[Start of section]
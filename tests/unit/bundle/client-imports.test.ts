import { existsSync, readdirSync, readFileSync, statSync } from "node:fs";
import path from "node:path";
import ts from "typescript";
import { describe, expect, it } from "vitest";

/**
 * What public pages' first-load browser code may not reach through static imports. A module loaded
 * with `next/dynamic` or `import()` is a separate chunk fetched when it is shown (a form opened, a
 * panel for staff), a "use server" module is only a reference in the browser, and the staff-only
 * Counter's components never load for a visitor: those are left out.
 */
const root = process.cwd();
const forbidden = [
  { name: "zod", why: "the server validates; browser code checks with the plain rules (lib/*/…-rules, …-limits, …-state)" },
  { name: "framer-motion", why: "the drawings fetch it at the first input (components/diagram/drawing-kit.tsx)" },
  { name: "@/lib/tire", why: "the tire core's index pulls in every reader; import each function from its own module" },
];

/** The reader, Side-by-side, Plus planner and finder pages, which stay lighter still. */
const typingPages = ["reader", "compare", "plus", "finder"].map((feature) => path.join(root, "components", feature) + path.sep);
const onTypingPage = (entry: string) => typingPages.some((folder) => entry.startsWith(folder));

/** What the typing pages' first loads leave out as well; the reader however it is reached (relative imports included). */
const markingReader = {
  folder: path.join(root, "lib", "tire", "parse") + path.sep,
  why: "the server reads the address; the marking reader is fetched at the first edit (components/reader/use-on-demand.ts)",
};
const swrWhy = "the finder pages its results with a small fetch of its own (components/finder/use-alternatives.ts)";

function sourceFiles(folder: string): string[] {
  return readdirSync(folder).flatMap((name) => {
    const full = path.join(folder, name);
    if (statSync(full).isDirectory()) return sourceFiles(full);
    return /\.tsx?$/.test(name) ? [full] : [];
  });
}

function resolveLocal(from: string, specifier: string): string | null {
  const base = specifier.startsWith("@/") ? path.join(root, specifier.slice(2)) : specifier.startsWith(".") ? path.resolve(path.dirname(from), specifier) : null;
  if (!base) return null;
  for (const candidate of [base, `${base}.ts`, `${base}.tsx`, path.join(base, "index.ts"), path.join(base, "index.tsx")]) {
    if (existsSync(candidate) && statSync(candidate).isFile()) return candidate;
  }
  return null;
}

/** The module specifiers a file imports for their code (type-only imports left out). */
function codeImports(file: string): string[] {
  const source = ts.createSourceFile(file, readFileSync(file, "utf8"), ts.ScriptTarget.Latest, false);
  const specifiers: string[] = [];
  for (const statement of source.statements) {
    if (ts.isImportDeclaration(statement) && ts.isStringLiteral(statement.moduleSpecifier)) {
      const clause = statement.importClause;
      const onlyTypes =
        clause?.isTypeOnly ||
        (clause && !clause.name && clause.namedBindings && ts.isNamedImports(clause.namedBindings) && clause.namedBindings.elements.length > 0 && clause.namedBindings.elements.every((element) => element.isTypeOnly));
      if (!onlyTypes) specifiers.push(statement.moduleSpecifier.text);
    } else if (ts.isExportDeclaration(statement) && statement.moduleSpecifier && ts.isStringLiteral(statement.moduleSpecifier) && !statement.isTypeOnly) {
      specifiers.push(statement.moduleSpecifier.text);
    }
  }
  return specifiers;
}

const directive = (file: string) => /^\s*["']use (client|server)["']/.exec(readFileSync(file, "utf8"))?.[1];

/** Every forbidden import reachable from `entry`, as the chain of files that leads to it. */
function forbiddenChains(entry: string): string[] {
  const cameFrom = new Map<string, string | null>([[entry, null]]);
  const queue = [entry];
  const chains: string[] = [];
  while (queue.length > 0) {
    const file = queue.shift()!;
    if (file !== entry && directive(file) === "server") continue;
    for (const specifier of codeImports(file)) {
      if (onTypingPage(entry) && (specifier === "swr" || specifier.startsWith("swr/"))) {
        chains.push(`${path.relative(root, file)} → ${specifier} (${swrWhy})`);
        continue;
      }
      const rule = forbidden.find(({ name }) => specifier === name || specifier.startsWith(`${name}/`) && name !== "@/lib/tire");
      if (rule) {
        const chain = [specifier];
        for (let at: string | null | undefined = file; at; at = cameFrom.get(at)) chain.unshift(path.relative(root, at));
        chains.push(`${chain.join(" → ")} (${rule.why})`);
        continue;
      }
      const next = resolveLocal(file, specifier);
      if (next && onTypingPage(entry) && next.startsWith(markingReader.folder)) {
        const chain = [path.relative(root, next)];
        for (let at: string | null | undefined = file; at; at = cameFrom.get(at)) chain.unshift(path.relative(root, at));
        chains.push(`${chain.join(" → ")} (${markingReader.why})`);
        continue;
      }
      if (next && !cameFrom.has(next)) {
        cameFrom.set(next, file);
        queue.push(next);
      }
    }
  }
  return chains;
}

const appFiles = [...sourceFiles(path.join(root, "components")), ...sourceFiles(path.join(root, "app"))];
const loadedLater = new Set(
  appFiles.flatMap((file) => [...readFileSync(file, "utf8").matchAll(/import\(\s*["']([^"']+)["']\s*\)/g)].map((match) => resolveLocal(file, match[1]!))),
);

const publicClientModules = appFiles
  .filter((file) => directive(file) === "client" && !loadedLater.has(file))
  .filter((file) => !file.includes(`${path.sep}counter${path.sep}`))
  .map((file) => path.relative(root, file));

describe("browser code of the public pages stays light", () => {
  it("finds the client components to check", () => {
    expect(publicClientModules).toContain(path.join("components", "shell", "site-nav.tsx"));
  });

  it.each(publicClientModules)("%s reaches no zod, no framer-motion, no SWR, not the tire core's index and not the marking reader", (file) => {
    expect(forbiddenChains(path.join(root, file))).toEqual([]);
  });
});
[End of section]
Try it.
Write every record above out again exactly as it stands.

Task result.
filename tests/unit/bundle/client-imports.test.ts
import { existsSync, readdirSync, readFileSync, statSync } from "node:fs";
import path from "node:path";
import ts from "typescript";
import { describe, expect, it } from "vitest";

/**
 * What public pages' first-load browser code may not reach through static imports. A module loaded
 * with `next/dynamic` or `import()` is a separate chunk fetched when it is shown (a form opened, a
 * panel for staff), a "use server" module is only a reference in the browser, and the staff-only
 * Counter's components never load for a visitor: those are left out.
 */
const root = process.cwd();
const forbidden = [
  { name: "zod", why: "the server validates; browser code checks with the plain rules (lib/*/…-rules, …-limits, …-state)" },
  { name: "framer-motion", why: "the drawings fetch it at the first input (components/diagram/drawing-kit.tsx)" },
  { name: "@/lib/tire", why: "the tire core's index pulls in every reader; import each function from its own module" },
];

/** The reader, Side-by-side, Plus planner and finder pages, which stay lighter still. */
const typingPages = ["reader", "compare", "plus", "finder"].map((feature) => path.join(root, "components", feature) + path.sep);
const onTypingPage = (entry: string) => typingPages.some((folder) => entry.startsWith(folder));

/** What the typing pages' first loads leave out as well; the reader however it is reached (relative imports included). */
const markingReader = {
  folder: path.join(root, "lib", "tire", "parse") + path.sep,
  why: "the server reads the address; the marking reader is fetched at the first edit (components/reader/use-on-demand.ts)",
};
const swrWhy = "the finder pages its results with a small fetch of its own (components/finder/use-alternatives.ts)";

function sourceFiles(folder: string): string[] {
  return readdirSync(folder).flatMap((name) => {
    const full = path.join(folder, name);
    if (statSync(full).isDirectory()) return sourceFiles(full);
    return /\.tsx?$/.test(name) ? [full] : [];
  });
}

function resolveLocal(from: string, specifier: string): string | null {
  const base = specifier.startsWith("@/") ? path.join(root, specifier.slice(2)) : specifier.startsWith(".") ? path.resolve(path.dirname(from), specifier) : null;
  if (!base) return null;
  for (const candidate of [base, `${base}.ts`, `${base}.tsx`, path.join(base, "index.ts"), path.join(base, "index.tsx")]) {
    if (existsSync(candidate) && statSync(candidate).isFile()) return candidate;
  }
  return null;
}

/** The module specifiers a file imports for their code (type-only imports left out). */
function codeImports(file: string): string[] {
  const source = ts.createSourceFile(file, readFileSync(file, "utf8"), ts.ScriptTarget.Latest, false);
  const specifiers: string[] = [];
  for (const statement of source.statements) {
    if (ts.isImportDeclaration(statement) && ts.isStringLiteral(statement.moduleSpecifier)) {
      const clause = statement.importClause;
      const onlyTypes =
        clause?.isTypeOnly ||
        (clause && !clause.name && clause.namedBindings && ts.isNamedImports(clause.namedBindings) && clause.namedBindings.elements.length > 0 && clause.namedBindings.elements.every((element) => element.isTypeOnly));
      if (!onlyTypes) specifiers.push(statement.moduleSpecifier.text);
    } else if (ts.isExportDeclaration(statement) && statement.moduleSpecifier && ts.isStringLiteral(statement.moduleSpecifier) && !statement.isTypeOnly) {
      specifiers.push(statement.moduleSpecifier.text);
    }
  }
  return specifiers;
}

const directive = (file: string) => /^\s*["']use (client|server)["']/.exec(readFileSync(file, "utf8"))?.[1];

/** Every forbidden import reachable from `entry`, as the chain of files that leads to it. */
function forbiddenChains(entry: string): string[] {
  const cameFrom = new Map<string, string | null>([[entry, null]]);
  const queue = [entry];
  const chains: string[] = [];
  while (queue.length > 0) {
    const file = queue.shift()!;
    if (file !== entry && directive(file) === "server") continue;
    for (const specifier of codeImports(file)) {
      if (onTypingPage(entry) && (specifier === "swr" || specifier.startsWith("swr/"))) {
        chains.push(`${path.relative(root, file)} → ${specifier} (${swrWhy})`);
        continue;
      }
      const rule = forbidden.find(({ name }) => specifier === name || specifier.startsWith(`${name}/`) && name !== "@/lib/tire");
      if (rule) {
        const chain = [specifier];
        for (let at: string | null | undefined = file; at; at = cameFrom.get(at)) chain.unshift(path.relative(root, at));
        chains.push(`${chain.join(" → ")} (${rule.why})`);
        continue;
      }
      const next = resolveLocal(file, specifier);
      if (next && onTypingPage(entry) && next.startsWith(markingReader.folder)) {
        const chain = [path.relative(root, next)];
        for (let at: string | null | undefined = file; at; at = cameFrom.get(at)) chain.unshift(path.relative(root, at));
        chains.push(`${chain.join(" → ")} (${markingReader.why})`);
        continue;
      }
      if (next && !cameFrom.has(next)) {
        cameFrom.set(next, file);
        queue.push(next);
      }
    }
  }
  return chains;
}

const appFiles = [...sourceFiles(path.join(root, "components")), ...sourceFiles(path.join(root, "app"))];
const loadedLater = new Set(
  appFiles.flatMap((file) => [...readFileSync(file, "utf8").matchAll(/import\(\s*["']([^"']+)["']\s*\)/g)].map((match) => resolveLocal(file, match[1]!))),
);

const publicClientModules = appFiles
  .filter((file) => directive(file) === "client" && !loadedLater.has(file))
  .filter((file) => !file.includes(`${path.sep}counter${path.sep}`))
  .map((file) => path.relative(root, file));

describe("browser code of the public pages stays light", () => {
  it("finds the client components to check", () => {
    expect(publicClientModules).toContain(path.join("components", "shell", "site-nav.tsx"));
  });

  it.each(publicClientModules)("%s reaches no zod, no framer-motion, no SWR, not the tire core's index and not the marking reader", (file) => {
    expect(forbiddenChains(path.join(root, file))).toEqual([]);
  });
});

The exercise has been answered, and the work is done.